- Dobiran Location within Iran
- Coordinates: 28°24′18″N 54°11′16″E﻿ / ﻿28.40500°N 54.18778°E
- Country: Iran
- Province: Fars
- County: Zarrin Dasht
- District: Central
- Founded as city: 2005
- Elevation: 1,112 m (3,648 ft)

Population (2016)
- • Total: 13,809
- Time zone: UTC+3:30 (IRST)
- Area code: 071

= Dobiran =

City in Fars province, Iran

Dobiran (دبيران) (Note: Also romanized as Dabiran, Dabīrān, and Dobīrān; also known as Doborān, Dooban, Dowbān, Dowbarān, Dowborān, and Dūborān) (in local dialect: Dobran) is a city in the Central District of Zarrin Dasht County, Fars province, Iran, serving as the administrative center for Dobiran Rural District. (Note: Formerly Dasht-e Khak Rural District) The city is located 270 km from Shiraz, at the intersection of the borders of Darab, Fasa, Jahrom, and Lar counties.

== Demographics ==
=== Population ===
At the time of the 2006 National Census, the city's population was 9,897 in 2,119 households. The following census in 2011 counted 12,682 people in 3,188 households. The 2016 census measured the population of the city as 13,809 people in 3,685 households.

According to the 2016 census, the majority of the population are Arabic speakers and Persians (Arabs: Jabareh tribe, Shir tribe) and (Persians: Darreh Shuri and Lari).

== Etymology ==
The initial core of the formation of Dobiran city dates back to the beginning of the first decade of the 1300s Solar Hijri (1920s), when some nomadic tribal families chose to settle and become sedentary in the Dobran plain, building the first houses in the current location of Dobiran city. Before the formation of Dobran village, Shah Alamdar was the most important settlement in the region. Some nomadic people settled near Imamzadeh Shah Alamdar, 8 km south of current Dobiran, at the foot of Namak Mountain.
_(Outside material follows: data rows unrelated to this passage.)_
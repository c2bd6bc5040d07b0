"""Every link between the project's own documents reaches a file that exists and, when it names
a heading, a heading that exists (anchors as the common Markdown renderers make them: lower
case, punctuation other than "-" and "_" dropped, spaces as "-", a repeated heading "-1")."""

from __future__ import annotations

import re
from pathlib import Path

import pytest

ROOT = Path(__file__).resolve().parents[1]
DOCUMENTS = sorted([ROOT / "README.md", ROOT / "DEVELOPERS.md", *(ROOT / "docs").glob("*.md")])
LINK = re.compile(r"\]\(([^)\s#]*)(?:#([^)\s]+))?\)")
FENCE = re.compile(r"^```.*?^```", re.S | re.M)


def anchors(text: str) -> set[str]:
    found, seen = set(), {}
    for heading in re.findall(r"^#{1,6} (.+)$", FENCE.sub("", text), re.M):
        slug = re.sub(r"[^\w\- ]", "", heading.strip().lower()).replace(" ", "-")
        count = seen.get(slug, 0)
        seen[slug] = count + 1
        found.add(slug if count == 0 else f"{slug}-{count}")
    return found


@pytest.mark.parametrize("document", DOCUMENTS, ids=lambda p: p.name)
def test_links_reach_their_file_and_heading(document):
    broken = []
    for target, anchor in LINK.findall(FENCE.sub("", document.read_text(encoding="utf-8"))):
        if re.match(r"[a-z]+:", target):
            continue  # a web address or mailto: not ours to check offline
        path = (document.parent / target) if target else document
        if not path.exists():
            broken.append(target)
        elif anchor and path.suffix == ".md" and anchor not in anchors(path.read_text("utf-8")):
            broken.append(f"{target}#{anchor}")
    assert broken == []


def test_the_anchor_rule_matches_a_known_heading():
    assert anchors("## `counterpart_candidates`\n## What is derived\n## What is derived\n") == {
        "counterpart_candidates",
        "what-is-derived",
        "what-is-derived-1",
    }
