"""Basic accessibility checks on the built demo: language, landmarks, heading order, alt text,
table headers, and colour contrast of the stylesheet's text colours.

Contrast follows WCAG 2.1 (W3C Recommendation, 2018): relative luminance and contrast ratio as
defined there, at least 4.5:1 for normal text (success criterion 1.4.3).
"""

import itertools
import re
from html.parser import HTMLParser

import pytest

from factsheet.build import build
from factsheet.resources import demo_dir, templates_dir

TEXT_COLOURS = ("fg", "muted", "accent", "info", "notice", "warning", "ok", "cand", "retr")


class Outline(HTMLParser):
    def __init__(self):
        super().__init__()
        self.tags: list[tuple[str, dict]] = []

    def handle_starttag(self, tag, attrs):
        self.tags.append((tag, dict(attrs)))


@pytest.fixture(scope="module")
def pages(tmp_path_factory):
    out = tmp_path_factory.mktemp("a11y") / "site"
    build(demo_dir(), out, jobs=1)
    return sorted(out.rglob("*.html"))


def outline(path) -> list[tuple[str, dict]]:
    parser = Outline()
    parser.feed(path.read_text(encoding="utf-8"))
    return parser.tags


def test_language_landmarks_and_one_h1(pages):
    for page in pages:
        tags = outline(page)
        names = [t for t, _ in tags]
        language = "es" if "es" in page.parent.parts[-2:] else "en"  # es/ and es/events/
        assert tags[0] == ("html", {"lang": language}), page
        assert {"header", "main", "footer", "nav"} <= set(names), page.name
        assert names.count("h1") == 1, page.name


def test_headings_do_not_skip_levels(pages):
    for page in pages:
        levels = [int(t[1]) for t, _ in outline(page) if re.fullmatch(r"h[1-6]", t)]
        assert all(b <= a + 1 for a, b in itertools.pairwise(levels)), page.name


def test_images_have_alt_text_and_tables_have_headers(pages):
    for page in pages:
        tags = outline(page)
        for tag, attrs in tags:
            if tag == "img":
                assert len(attrs.get("alt", "")) > 20, f"{page.name}: {attrs.get('src')}"
            if tag == "th":
                assert attrs.get("scope") in {"row", "col"}, page.name


def _luminance(hex_colour: str) -> float:
    channels = [int(hex_colour[i : i + 2], 16) / 255 for i in (1, 3, 5)]
    linear = [c / 12.92 if c <= 0.04045 else ((c + 0.055) / 1.055) ** 2.4 for c in channels]
    return 0.2126 * linear[0] + 0.7152 * linear[1] + 0.0722 * linear[2]


def contrast(a: str, b: str) -> float:
    light, dark = sorted((_luminance(a), _luminance(b)), reverse=True)
    return (light + 0.05) / (dark + 0.05)


def schemes() -> list[dict[str, str]]:
    css = (templates_dir() / "static" / "style.css").read_text()
    blocks = re.findall(r":root\s*\{([^}]*)\}", css)
    return [dict(re.findall(r"--([a-z]+):\s*(#[0-9a-fA-F]{6})", block)) for block in blocks[:2]]


def test_wcag_contrast_check_values():
    assert contrast("#000000", "#ffffff") == pytest.approx(21.0)  # WCAG 2.1 maximum
    assert contrast("#767676", "#ffffff") == pytest.approx(4.54, abs=0.01)  # common practice


@pytest.mark.parametrize("scheme", [0, 1], ids=["light", "dark"])
def test_text_colours_reach_wcag_aa_contrast(scheme):
    colours = schemes()[scheme]
    for name in TEXT_COLOURS:
        for background in ("bg", "panel"):
            ratio = contrast(colours[name], colours[background])
            assert ratio >= 4.5, f"--{name} on --{background}: {ratio:.2f}"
The etymology of Dobran varies. Some believe the rich pastures and favorable climate in the plain and surrounding slopes caused livestock to lamb and be sheared twice a year, hence "Dobran." Another narrative attributes it to the seasonal river dividing the area into two sides ("do bar"). Others link it to the Dobran qanat predating the settlement.

The name Dobiran is recent. In July 2005, per Cabinet approval, Dobran village became a city named Dobiran. Earlier, in 1992, the Cabinet renamed Dasht-e Khak Rural District, centered on Dobran, to Dobiran Rural District.

== Natural features ==
The city is at 28°24' N latitude and 54°11' E longitude, at an elevation of 1,170 meters above sea level.

Due to low latitude, subtropical high pressure, and distance from moisture sources, it has a hot, semi-arid climate with average annual rainfall not exceeding 200 mm.

Maximum temperatures reach 45 °C in July and August; minimums drop to -5 °C in early January. Very hot summers and cold, dry winters characterize the climate.

The geological structure relates mainly to the Mesozoic and Cenozoic eras, influenced by the Fars Group (Mishan and Asmari-Jahrom) and Hormuz formations. The salt mine at Namak Mountain near Imamzadeh Shah Alamdar (proven reserves: 800,000 tons), 10 km south, and Dasht-e Khak gypsum mine are the only mineral resources.

== Human features ==
Per the 2016 census, Dobiran (13,809 people) is Zarrin Dasht County's second-largest city after Hajiabad (20,501). Ethnically, it comprises Persian speakers, Arabs (Jabareh tribe, descendants of Jabir ibn Abdullah al-Ansari, a Khamsa tribe), and few Bakhtiari. All were nomads settled during Reza Shah's Pahlavi era. Residents are hardworking, relying on agriculture and livestock despite droughts.

The populace is deeply religious, grandly observing Tasua and Ashura mourning for Imam Hussein and Abbas ibn Ali. During Arba'een, many mourn at Imamzadeh Shah Alamdar.

The city has contributed 30 martyrs to Islam and the revolution.

== Economic and agricultural status ==
Lacking major industry, the economy relies on agriculture, livestock, and trade. Recently, vehicle trading and real estate have grown, gaining regional recognition.

Key crops: barley, wheat, cotton. Water scarcity is critical; wells tap aquifers at ~200 m depth. Droughts and over-extraction have depleted resources, crisis-hit agriculture.

Government counters with earth dams; the Angabineh River dam is a major watershed project.

==Demographics==
===Population===
At the time of the 2006 National Census, the city's population was 9,897 in 2,119 households. The following census in 2011 counted 12,682 people in 3,188 households. The 2016 census measured the population of the city as 13,809 people in 3,685 households.